Dirección

Enrique se estaba vistiendo cuando oyó los gritos. Se alborotaron los pasillos. De las puertas salían caras medianamente presentables: maquillajes incompletos, algunos gallos rebeldes, la corbata desatada, blusa sin abotonar. Era Gloria. Había insistido en bañarse sola. Lo venía haciendo desde hacía meses, presa de algún pudor que Enrique no se atrevía a investigar. En algún punto ya ninguno se prestaría al ritual, a estar todos al mismo tiempo en el baño repleto de loseta, la tina al centro con el agua caliente, él dentro, por supuesto, y la fila de hijos por estaturas en la escalera del fondo, cuando se enjabonaban salía con una cubeta que les vaciaba magnánimamente de arriba a abajo, el calor escurriendo el escalafón hasta el más pequeño, comodidad y jerarquía en contubernio, y volver a la tina, y descansar mientras se tallaban apresurados la siguiente extremidad, y repetir. El rito como símbolo del poder paterno y su protección, su manera de gotear hasta alcanzar al más ínfimo. Su culto, su intimidad, su tiempo fuera de la madre. Y todos lo abandonaban, tarde o temprano. Tenían que entrar solos a esa trampa de azulejos, vaciarse su propia palangana. Crecer.

Los gritos no estaban previstos en esa ceremonia de paso. No eran compatibles con la madurez. Cruzó Enrique la casa con la autoridad creciendo a cada botón que se apretaba, definitivamente asentada cuando se ajustó las mancuernillas. Tropezó con Gloria en la puerta del baño, envuelta en una toalla que chorreaba dulzácea.

—¡El agua! —le alarió antes de salir chapoteando hacia su cuarto.

Enrique entró sintiendo que se entrometía en una ciénega encantada. Estaba en penumbra, Gloria había tenido la buena costumbre de apagar la luz antes de salir en su griterío. Un olor característico le inflamó las fosas. La llave estaba abierta. La oía borbotear, derramarse por los bordes. Se sintió chapalear hasta el centro. La cerró. Acunó la mano y se llevó el líquido a la boca. Insoportablemente dulce y acre, con tonos acidulados. Sintió el vértigo del barrio en el que había crecido, los locales antihigiénicos, las riñas callejeras, el descubrimiento del delirio, el dinero perdido, los matones sonrientes. Se sacudió con asco. Salió del baño y hasta la puerta de servicio, sus suelas pegosteando a cada paso, moviendo con mano firme a los curiosos que seguían desarreglados cada vez más cerca de la escena del crimen.
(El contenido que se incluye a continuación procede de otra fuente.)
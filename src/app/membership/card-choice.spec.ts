import { Component, signal, viewChild } from '@angular/core';
import { TestBed } from '@angular/core/testing';
import { FormControl, Validators } from '@angular/forms';
import { of } from 'rxjs';
import { CardEntryApi, type CardEntry } from '../shared/card-entry';
import { STRIPE_JS } from '../shared/stripe-card';
import { TEST_CARDS } from '../shared/test-cards';
import { CardChoice, NEW_CARD, savedCardText } from './card-choice';
import type { SavedCard } from '@contracts/membership/membership-answers';

@Component({
  imports: [CardChoice],
  template: `<ps-card-choice [control]="control" [hasSavedCard]="hasSaved()" [savedCard]="saved()" />`,
})
class Host {
  readonly control = new FormControl('', { nonNullable: true, validators: Validators.required });
  readonly hasSaved = signal(false);
  readonly saved = signal<SavedCard | null>(null);
  readonly choice = viewChild.required(CardChoice);
}

/** Just enough of Stripe.js: a card element whose change handler the test fires, and a token call. */
function fakeStripe() {
  const handlers: Record<string, (e: { complete: boolean }) => void> = {};
  const element = {
    on: (name: string, h: (e: { complete: boolean }) => void) => (handlers[name] = h),
    mount: () => handlers['ready']?.({ complete: false }),
    destroy: () => undefined,
  };
  return {
    stripe: {
      elements: () => ({ create: () => element }),
      createToken: jest.fn(async () => ({ token: { id: 'tok_from_frame' } })),
    },
    fire: (complete: boolean) => handlers['change']({ complete }),
  };
}

async function render(entry: CardEntry, fake = fakeStripe()) {
  TestBed.configureTestingModule({
    imports: [Host],
    providers: [
      { provide: CardEntryApi, useValue: { cardEntry: () => of(entry) } },
      { provide: STRIPE_JS, useValue: async () => fake.stripe },
    ],
  });
  const fixture = TestBed.createComponent(Host);
  fixture.detectChanges();
  await fixture.whenStable();
  await new Promise((r) => setTimeout(r));
  fixture.detectChanges();
  return { fixture, host: fixture.componentInstance, el: fixture.nativeElement as HTMLElement, fake };
}

describe('CardChoice', () => {
  it('should offer the shared test cards without a publishable key and pass the chosen token on', async () => {
    const { host, el } = await render({ mode: 'test-cards', publishableKey: null });
    expect(el.querySelector('mat-select')).not.toBeNull();
    expect(el.querySelector('.card-field')).toBeNull();
    host.control.setValue(TEST_CARDS[0].token);
    await expect(host.choice().token()).resolves.toBe('tok_visa');
    host.control.setValue('');
    await expect(host.choice().token()).resolves.toBeUndefined();
  });

  it('should show the processor’s frame with a key, and count the card as chosen only once it is complete', async () => {
    const { fixture, host, el, fake } = await render({ mode: 'stripe-js', publishableKey: 'pk_test_padside' });
    expect(el.querySelector('mat-select')).toBeNull();
    expect(el.querySelector('.card-field')).not.toBeNull();
    fake.fire(false);
    fixture.detectChanges();
    expect(host.control.invalid).toBe(true);
    expect(el.querySelector('[role=alert]')?.textContent).toContain('Card is required.');
    fake.fire(true);
    fixture.detectChanges();
    expect(host.control.value).toBe(NEW_CARD);
    await expect(host.choice().token()).resolves.toBe('tok_from_frame');
  });

  it('should name the card on file by brand and last four', () => {
    expect(savedCardText({ brand: 'Visa', last4: '4242' })).toBe('Visa ending 4242');
    expect(savedCardText(null)).toBe('The card on file');
  });
});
El Aguas estaba sobre el pasto, vigilando las calderas como cada vez que se bañaban. Enrique lo levantó de la solapa.

—Es una mala broma, Áhuatl.

El empleado lo miró completamente perdido.

—El tepache, Áhuatl, no se me haga el inocente.

—Señor, el alcohol está prohibido —hizo prueba de excusa.

—¡Sale tepache del lavabo! —avisó Emilia desde la ventana de la cocina.

—No puedo ser yo, coronel —se alivió el Aguas—, si estoy aquí con usted.

—Pues no sé quién habrá sido el genio —opinó Emilia con un vaso lleno de amarillo—, pero urgía algo así en esta pinche isla.

—Ha de venir de las bombas —sugirió el Aguas.

—Las bombas son su responsabilidad —lo reprendió Enrique—, así que no se libra tan fácil —y luego, viendo su reloj—. Ya es tarde, mañana arreglamos este asunto. Váyase a lo suyo y detenga el mal chiste. No quiero desmanes en la fiesta. Ya.

El Aguas corrió diligente hacia su sitio de trabajo. Sudor frío le corría por la espalda. Lo habían hecho antes de tiempo. Se imaginó a la hija del coronel toda embadurnada de piña en fermento, incómoda en la noche porque su vestido se le engomaba al corpiño. Cuando estuvo seguro de estar fuera de alcance de sus oídos, soltó la carcajada.